The issues you cover in your book affect the whole of society. They directly affect families of disabled people, our carers and so on, but the rest of society needs to watch out. What happens to us is likely just going to be the tip of the iceberg.
What happens when the government needs to make further cuts? It’s likely that non disability benefits will be hit even more brutally than already, and so people in lower paying jobs will be attacked next. Anyone who is receiving any form of support is ultimately at risk as they are not serving the interests of profits, and thus are not serving the interests of this government.
Again, we have seen this with the response to the pandemic. Surely it was obvious that things like eat out to help out were going to result in a rise in cases? As a disabled person who has been shielding since March, this felt like a very blatant statement that the interests of, generally big, businesses were a much higher priority than my safety. Essentially, my death would have been an acceptable loss in the bigger view of profits.
We live in a system that puts profit before people, even in the midst of a global pandemic. If there ever was a time to care about people, this should have been it.

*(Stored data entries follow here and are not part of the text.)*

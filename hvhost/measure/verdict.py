"""Pass, fail or not decided, criterion by criterion, each with the rule by which it was judged (JCGM 106).

Two rules are used.  *Simple acceptance* compares the measured value itself with the limit; it needs an expanded
uncertainty that is small enough to be agreed beforehand, here at most 3 % of a direct test voltage (IEC 60060-1/-2).
*Guard bands* pass only what lies inside the limit by more than U, fail only what lies outside by more than U, and
leave the rest open; they are used for leakage and resistance, and for the level where the plan asks.  The criterion of
a withstand test is 'no disruptive discharge'.

A pass as a whole needs more than its criteria: that the run came to its end, that each hold was applied, that the
record has no hole in it, that the specimen was seen, and that no reason about calibration stands on the record.
"""

from collections.abc import Iterable
from dataclasses import dataclass
from enum import StrEnum

from hvhost.measure.breakdowns import Breakdown
from hvhost.measure.connected import Proof
from hvhost.measure.hold import HoldResult
from hvhost.measure.leakage import Reading
from hvhost.measure.uncertainty import Value
from hvhost.record.entries import Json, Outcome

U_LEVEL_MAX = 0.03  # IEC 60060-1/-2: expanded uncertainty of a mean direct voltage
MISSING_MAX = 0.01  # part of a hold's samples that may be absent
SIMPLE = f"simple acceptance on the measured mean (JCGM 106), U stated and at most {U_LEVEL_MAX * 100:g} %"
GUARD = "guard bands of U, k = 2 (JCGM 106): passes inside the limit by more than U, fails outside by more than U"
DISCHARGE = "withstand criterion: no disruptive discharge"


class Decision(StrEnum):
    """What is decided."""

    PASS = "pass"
    FAIL = "fail"
    OPEN = "not decided"


@dataclass(frozen=True, slots=True, kw_only=True)
class Judgement:
    """One criterion or condition, what was decided, by which rule, and why."""

    what: str
    decision: Decision
    rule: str
    text: str
    place: str = ""


@dataclass(frozen=True, slots=True, kw_only=True)
class Facts:
    """Everything that a verdict looks at."""

    outcome: str
    why: str
    program: Json
    holds: tuple[HoldResult, ...]
    readings: tuple[Reading, ...]
    breakdowns: tuple[Breakdown, ...]
    proof: Proof
    reasons: tuple[Json, ...]
    entries_lost: int


def below(value: Value, limit: float) -> Decision:
    """Judge 'at most ``limit``' with guard bands."""
    if value.high <= limit:
        return Decision.PASS
    return Decision.FAIL if value.low > limit else Decision.OPEN


def above(value: Value, limit: float) -> Decision:
    """Judge 'at least ``limit``' with guard bands."""
    if value.low >= limit:
        return Decision.PASS
    return Decision.FAIL if value.high < limit else Decision.OPEN


def level_simple(value: Value, limit: float) -> Decision:
    """Judge 'at least ``limit``' by simple acceptance; open where U is larger than agreed."""
    if value.relative > U_LEVEL_MAX:
        return Decision.OPEN
    return Decision.PASS if value.value >= limit else Decision.FAIL


def judge(facts: Facts) -> tuple[Decision, tuple[Judgement, ...]]:
    """Return the verdict and every judgement behind it: any fail fails, else anything open leaves it open."""
    criteria = tuple(j for c in facts.program.get("acceptance", ()) for j in _criterion(c, facts))
    if not criteria:
        nothing = Judgement(what="acceptance", decision=Decision.OPEN, rule="",
                            text="the plan states no acceptance criterion")
        return Decision.OPEN, (nothing,)
    judgements = (*criteria, *_conditions(facts))
    decisions = {j.decision for j in judgements}
    if any(j.decision is Decision.FAIL for j in criteria):
        return Decision.FAIL, judgements
    return (Decision.OPEN if decisions != {Decision.PASS} else Decision.PASS), judgements


# ---------------------------------------------------------------- criteria


def _criterion(criterion: Json, facts: Facts) -> Iterable[Judgement]:
    kind = str(criterion.get("kind"))
    judges = {"no breakdown": _no_breakdown, "level held": _level, "leakage below": _leakage,
              "resistance above": _resistance, "breakdown above": _breakdown_above}
    if kind not in judges:
        return (_open(criterion, kind, "", "this version does not know the criterion"),)
    return judges[kind](criterion, facts)


def _open(criterion: Json, what: str, rule: str, text: str) -> Judgement:
    return Judgement(what=what, decision=Decision.OPEN, rule=rule, text=text, place=str(criterion.get("place", "")))


def _no_breakdown(criterion: Json, facts: Facts) -> Iterable[Judgement]:
    place = str(criterion.get("place", ""))
    if facts.breakdowns:
        first = facts.breakdowns[0]
        text = (f"{len(facts.breakdowns)} disruptive discharge{'s' if len(facts.breakdowns) > 1 else ''}, the first at "
                f"{first.volts.value / 1e3:.3f} kV, {first.at_s:.3f} s into the record ({first.kind})")
        return (Judgement(what="no breakdown", decision=Decision.FAIL, rule=DISCHARGE, text=text, place=place),)
    return (Judgement(what="no breakdown", decision=Decision.PASS, rule=DISCHARGE, text="no disruptive discharge",
                      place=place),)


def _holds(criterion: Json, facts: Facts) -> list[HoldResult]:
    name = str(criterion.get("hold", ""))
    return [h for h in facts.holds if not name or h.name == name]


def _level(criterion: Json, facts: Facts) -> Iterable[Judgement]:
    limit = float(criterion.get("limit", 0.0))
    lowest = limit * (1.0 - float(criterion.get("tolerance", 0.0)))
    guarded = bool(criterion.get("guard_band"))
    rule = GUARD if guarded else SIMPLE
    holds = [h for h in _holds(criterion, facts) if h.mean is not None]
    if not holds:
        return (_open(criterion, "level held", rule, "the hold did not take place"),)
    out = []
    for hold in holds:
        assert hold.mean is not None
        decision = above(hold.mean, lowest) if guarded else level_simple(hold.mean, lowest)
        if decision is Decision.PASS and not hold.long_enough:
            decision = Decision.OPEN
        out.append(Judgement(what="level held", decision=decision, rule=rule, place=str(criterion.get("place", "")),
                             text=f"hold {hold.name!r}: mean {_kv(hold.mean)} for {hold.inside_s:.2f} s of "
                                  f"{hold.asked_s:g} s, at least {lowest / 1e3:.3f} kV asked"))
    return out


def _readings(criterion: Json, facts: Facts) -> list[Reading]:
    at_s, name = criterion.get("reading_s"), str(criterion.get("hold", ""))
    return [r for r in facts.readings if (not name or r.hold == name) and (at_s is None or abs(r.at_s - at_s) < 1e-6)]


def _leakage(criterion: Json, facts: Facts) -> Iterable[Judgement]:
    limit = float(criterion.get("limit", 0.0))
    found = _readings(criterion, facts)
    if not found:
        return (_open(criterion, "leakage below", GUARD, "there is no such reading"),)
    out = []
    for reading in found:
        if reading.amps is None:
            out.append(_open(criterion, "leakage below", GUARD, f"the reading at {reading.at_s:g} s was not reached"))
            continue
        whole = "" if reading.own_a is not None else ", the bench's own draw not taken off"
        out.append(Judgement(what="leakage below", decision=below(reading.amps, limit), rule=GUARD,
                             place=str(criterion.get("place", "")),
                             text=f"hold {reading.hold!r} at {reading.at_s:g} s: {_ua(reading.amps)}{whole}, at most "
                                  f"{limit * 1e6:.4g} µA asked"))
    return out


def _resistance(criterion: Json, facts: Facts) -> Iterable[Judgement]:
    limit = float(criterion.get("limit", 0.0))
    found = _readings(criterion, facts)
    if not found:
        return (_open(criterion, "resistance above", GUARD, "there is no such reading"),)
    return [_one_resistance(criterion, reading, limit) for reading in found]


def _one_resistance(criterion: Json, reading: Reading, limit: float) -> Judgement:
    asked = f"at least {limit / 1e6:.4g} MΩ asked"
    head = f"hold {reading.hold!r} at {reading.at_s:g} s"
    at_least, ohms = reading.ohms_at_least, reading.ohms
    if at_least is None or reading.amps is None or reading.volts is None:
        return _open(criterion, "resistance above", GUARD, f"{head}: not reached, or no current to divide by")
    # V / I lies between (V - U) / (I + U) and (V + U) / (I - U), open upward where I may be zero
    at_most = reading.volts.high / reading.amps.low if reading.amps.low > 0.0 else float("inf")
    decision = Decision.PASS if at_least >= limit else Decision.FAIL if at_most < limit else Decision.OPEN
    shown = f"at least {at_least / 1e6:.4g} MΩ"
    if ohms is not None:
        shown = f"{ohms.value / 1e6:.4g} MΩ, {shown}"
    return Judgement(what="resistance above", decision=decision, rule=GUARD, place=str(criterion.get("place", "")),
                     text=f"{head}: {shown}, {asked}")


def _breakdown_above(criterion: Json, facts: Facts) -> Iterable[Judgement]:
    limit = float(criterion.get("limit", 0.0))
    if not facts.breakdowns:
        return (_open(criterion, "breakdown above", SIMPLE, "no breakdown took place"),)
    return [Judgement(what="breakdown above", decision=level_simple(b.volts, limit), rule=SIMPLE,
                      place=str(criterion.get("place", "")),
                      text=f"breakdown {number} at {_kv(b.volts)}, at least {limit / 1e3:.3f} kV asked")
            for number, b in enumerate(facts.breakdowns, start=1)]


# ---------------------------------------------------------------- conditions of a pass


def _conditions(facts: Facts) -> Iterable[Judgement]:
    yield _ended(facts)
    yield from (_applied(h) for h in {h.number: h for h in facts.holds}.values())  # the last attempt of each
    planned = {s.get("number"): s.get("name") for s in facts.program.get("steps", ()) if s.get("type") == "HoldStep"}
    absent = [str(name) for number, name in planned.items() if number not in {h.number for h in facts.holds}]
    if absent:
        yield _condition("holds", False, f"{', '.join(absent)}: not begun")
    yield _condition("specimen connected", facts.proof.seen, facts.proof.text)
    if facts.entries_lost:
        yield _condition("record", False, f"at least {facts.entries_lost} entries of the record are lost")
    for reason in facts.reasons:
        if about_calibration(reason):
            yield _condition("calibration", False, f"under a reason about calibration: {reason.get('what', '')}: "
                                                   f"{reason.get('reason', '')} ({reason.get('by', 'no name')})")


def _condition(what: str, met: bool, text: str, rule: str = "condition of a pass") -> Judgement:
    return Judgement(what=what, decision=Decision.PASS if met else Decision.OPEN, rule=rule, text=text)


def about_calibration(reason: Json) -> bool:
    """Whether a reason on the record is about calibration: by its topic, or by its words where it has none."""
    topic = reason.get("topic")
    if topic:
        return str(topic) == "calibration"
    return "calibrat" in " ".join(str(reason.get(key, "")) for key in ("what", "text", "expected", "found")).lower()


def _ended(facts: Facts) -> Judgement:
    wanted = any(s.get("until_breakdown") for s in facts.program.get("steps", ()))
    done = facts.outcome == Outcome.FINISHED or (wanted and bool(facts.breakdowns)
                                                 and facts.outcome == Outcome.TRIPPED)
    text = f"the run ended as {facts.outcome}" + (f": {facts.why}" if facts.why else "")
    return _condition("run complete", done, text)


def _applied(hold: HoldResult) -> Judgement:
    """Whether a hold's voltage was applied as asked; what is short of it leaves the verdict open."""
    head = f"hold {hold.name!r}"
    if hold.mean is None:
        return _condition(head, False, "no usable sample", SIMPLE)
    text = (f"mean {_kv(hold.mean)} ({hold.mean.relative * 100:.2f} %), {hold.level_v / 1e3:.3f} kV "
            f"± {hold.tolerance * 100:g} % asked; inside for {hold.inside_s:.2f} s of {hold.asked_s:g} s")
    samples = max(1, hold.end_row - hold.begin_row)
    if hold.missing > MISSING_MAX * samples:
        return _condition(head, False, f"{text}; {hold.missing} samples missing", SIMPLE)
    if hold.mean.relative > U_LEVEL_MAX:
        return _condition(head, False, f"{text}; U is above {U_LEVEL_MAX * 100:g} %", SIMPLE)
    met = hold.level_met and hold.long_enough
    return _condition(head, met, text if met else f"{text}: not as asked", SIMPLE)


def _kv(value: Value) -> str:
    return f"{value.value / 1e3:.3f} kV ± {value.expanded / 1e3:.3f} kV"


def _ua(value: Value) -> str:
    return f"{value.value * 1e6:.4g} µA ± {value.expanded * 1e6:.2g} µA"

Much of how covid has impacted on disabled people has not been covered by the media, it hasn’t been responded to by the government and just a few weeks ago, we heard the government trying to claim that they have considered the needs of disabled people throughout the pandemic and ‘remain committed to supporting’ us. I’m sure I’m not alone in feeling they haven’t supported us in the last ten years, let alone now.
There’s a line in your book where you quote Mary O’Hara, and whilst you’re talking about the austerity measures, it feels so important to say in relation to covid:
“the Conservatives had ‘seized on the economic consequences of the financial crisis as a means to push policies they always desired but did not think possible in normal circumstances.”
I can’t think of more fitting statement for today.”